The output of this sensor 6 is amplified by a broadband amplifier 7, and then its spectrum is extracted by a spectrum analyzer 8. Measurement with the spectrum analyzer 8 is performed because the time sweep of the measuring instrument is slow, on the order of ms or S, and cannot be observed unless several signals are received during that time. Therefore, sudden noise components do not appear as a spectrum. On the other hand, partial discharges are repeated at a slow cycle immediately after occurrence, and the frequency of occurrence tends to increase just before the power cable 1 is destroyed, so that it appears as a spectrum on the spectrum analyzer 8. Therefore, it can be determined that the spectrum appearing on the spectrum analyzer 8 is due to partial discharge.

Figure 6 shows the partial discharge pulse and its frequency components, Figure 7 shows the signal appearing on the plastic source 15 and its frequency components, and Figure 8 shows the output signal of the sensor 6 and its spectrum observed with a spectrum analyzer. It is a graph figure which shows each.

External noise is superimposed on the spectrum shown in FIG. 6(b) of the partial discharge pulse shown in FIG. 6(a). Moreover, the same figure (b) on the plastic source 15 shown in FIG. 7(a)
Although the spectrum shown in ) does not include low-frequency noise, noise in the broadcast frequency band has not been removed. On the other hand, in the spectrum shown in 111(b) of the output signal of the sensor 6 shown in FIG. 8(a), only the PD pulse component from which the noise component has been removed is observed.
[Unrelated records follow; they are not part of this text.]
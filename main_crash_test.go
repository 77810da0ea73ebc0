package main

import (
	"bufio"
	"context"
	"fmt"
	"math/rand/v2"
	"os"
	"os/exec"
	"path/filepath"
	"strconv"
	"syscall"
	"testing"
	"time"

	"coeval/store"
)

// buildCoeval builds the command once into dir and returns its path.
func buildCoeval(t *testing.T, dir string) string {
	t.Helper()
	bin := filepath.Join(dir, "coeval")
	out, err := exec.Command("go", "build", "-o", bin, ".").CombinedOutput()
	if err != nil {
		t.Fatalf("go build: %v\n%s", err, out)
	}
	return bin
}

// bigMeasurementFile writes n samples with Hg and TOC (2n values).
func bigMeasurementFile(t *testing.T, path string, n int) {
	t.Helper()
	f, err := os.Create(path)
	if err != nil {
		t.Fatal(err)
	}
	w := bufio.NewWriter(f)
	w.WriteString("sample,height_m,hg_ppb,toc_wt_pct\n")
	for i := range n {
		fmt.Fprintf(w, "K-%06d,%.3f,%.1f,%.3f\n", i, float64(i)*0.01, 30+float64(i%40), 0.5+float64(i%17)/10)
	}
	if err := w.Flush(); err != nil {
		t.Fatal(err)
	}
	f.Close()
}

// Crash safety: the command imports a 100,000-row measurement file and is killed with SIGKILL at a
// random moment, 20 times; after each, the database passes PRAGMA integrity_check and holds the import
// either whole or not at all (SQLite's atomic commit; the import is one transaction).
func TestImportKilledMidwayLeavesAllOrNothing(t *testing.T) {
	if testing.Short() {
		t.Skip("crash-safety trials skipped with -short")
	}
	dir := t.TempDir()
	bin := buildCoeval(t, dir)
	const rows = 100_000
	csvPath := filepath.Join(dir, "big.csv")
	bigMeasurementFile(t, csvPath, rows)
	sections := filepath.Join(dir, "sections.csv")
	os.WriteFile(sections, []byte("section\nCrash Test Section\n"), 0o644)

	// How long one import takes here, to spread the kills over it.
	probe := filepath.Join(dir, "probe.db")
	if out, err := exec.Command(bin, "-db", probe, "import", "sections", sections).CombinedOutput(); err != nil {
		t.Fatalf("%v: %s", err, out)
	}
	start := time.Now()
	if out, err := exec.Command(bin, "-db", probe, "import", "measurements", "Crash Test Section", csvPath).CombinedOutput(); err != nil {
		t.Fatalf("%v: %s", err, out)
	}
	full := time.Since(start)
	t.Logf("a whole import of %d samples (%d values) takes %v", rows, 2*rows, full)

	rng := rand.New(rand.NewPCG(20261201, 1))
	var whole, none int
	for trial := range 20 {
		db := filepath.Join(dir, "trial"+strconv.Itoa(trial)+".db")
		if out, err := exec.Command(bin, "-db", db, "import", "sections", sections).CombinedOutput(); err != nil {
			t.Fatalf("%v: %s", err, out)
		}
		cmd := exec.Command(bin, "-db", db, "import", "measurements", "Crash Test Section", csvPath)
		if err := cmd.Start(); err != nil {
			t.Fatal(err)
		}
		wait := time.Duration(rng.Float64() * 1.1 * float64(full))
		time.Sleep(wait)
		cmd.Process.Signal(syscall.SIGKILL)
		cmd.Wait()

		ctx := context.Background()
		s, err := store.Open(ctx, db)
		if err != nil {
			t.Fatalf("trial %d: reopen: %v", trial, err)
		}
		var check string
		if err := s.SQL().QueryRowContext(ctx, `PRAGMA integrity_check`).Scan(&check); err != nil || check != "ok" {
			t.Fatalf("trial %d (killed after %v): integrity_check %q %v", trial, wait, check, err)
		}
		c, err := s.Counts(ctx)
		s.Close()
		if err != nil {
			t.Fatal(err)
		}
		switch c.Measurements {
		case 0:
			none++
		case 2 * rows:
			whole++
		default:
			t.Fatalf("trial %d (killed after %v): %d values stored, want 0 or %d", trial, wait, c.Measurements, 2*rows)
		}
	}
	t.Logf("20 kills: %d imports wholly present, %d wholly absent, none partial", whole, none)
}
The monitoring worker only has to judge that a partial discharge is occurring when this pattern force is detected.
It becomes extremely easy to identify PD pulses. Furthermore, by automatically detecting this pattern, it is also possible to realize an automatic PD pulse monitoring system.

[Effects of the Invention] As described above, according to the present invention, by further observing the output of the detection means that resonates due to the high frequency component contained in the PD pulse through a spectrum analyzer,
It becomes possible to easily distinguish between PD pulses and other noise, and the effect is that monitoring work can be facilitated and automated.

[Brief explanation of the drawing]

FIG. 1 is a block diagram of a PD detection device according to a first embodiment of the present invention, FIG. 2 is a sectional view of a power cable in the same device, FIG. 3 is a sectional view of a sensor in the same device, and FIG. 4 is a sectional view of a sensor in the same device. An equivalent circuit diagram of the power cable and detection system in the device,
Figure 5 is a graph showing the frequency response characteristics of the detection system in the same device, Figure 6 is a graph showing the partial discharge pulse and its frequency components, and Figure 7 is the signal appearing on the plastic source and its frequency components. Graph, FIG. 8 is a graph showing the output signal of the sensor and the spectrum observed by the spectrum analyzer. 1: Power cable, 2a+2b; Termination part, 3: Voltage power line, 4a, 4b; Joint part, 6; Sensor, 7; Broadband amplifier, 8; Spectrum analyzer, 11; Internal conductor, 12; Internal semiconducting layer, 13 : cable insulator, 14;
metal barrier layer, 15; plastic source,

Claims (2)

[Claims] (1) The high-frequency components of the signals generated inside the power cable by partial discharge pulses that are mounted on the anti-corrosion layer or the coating layer such as the plastic source of the power cable and propagate through the outer metal layer such as the metal sheath or the metal shielding layer. A partial discharge detection device comprising: a detection means that receives through the coating layer and resonates with the high frequency component; and a spectrum analyzer that outputs a spectrum of the output of the detection means. (2) The partial discharge detection device according to claim 1, wherein the detection means comprises a piezoelectric sensor whose resonance frequency is 5 MHz to 60 MHz.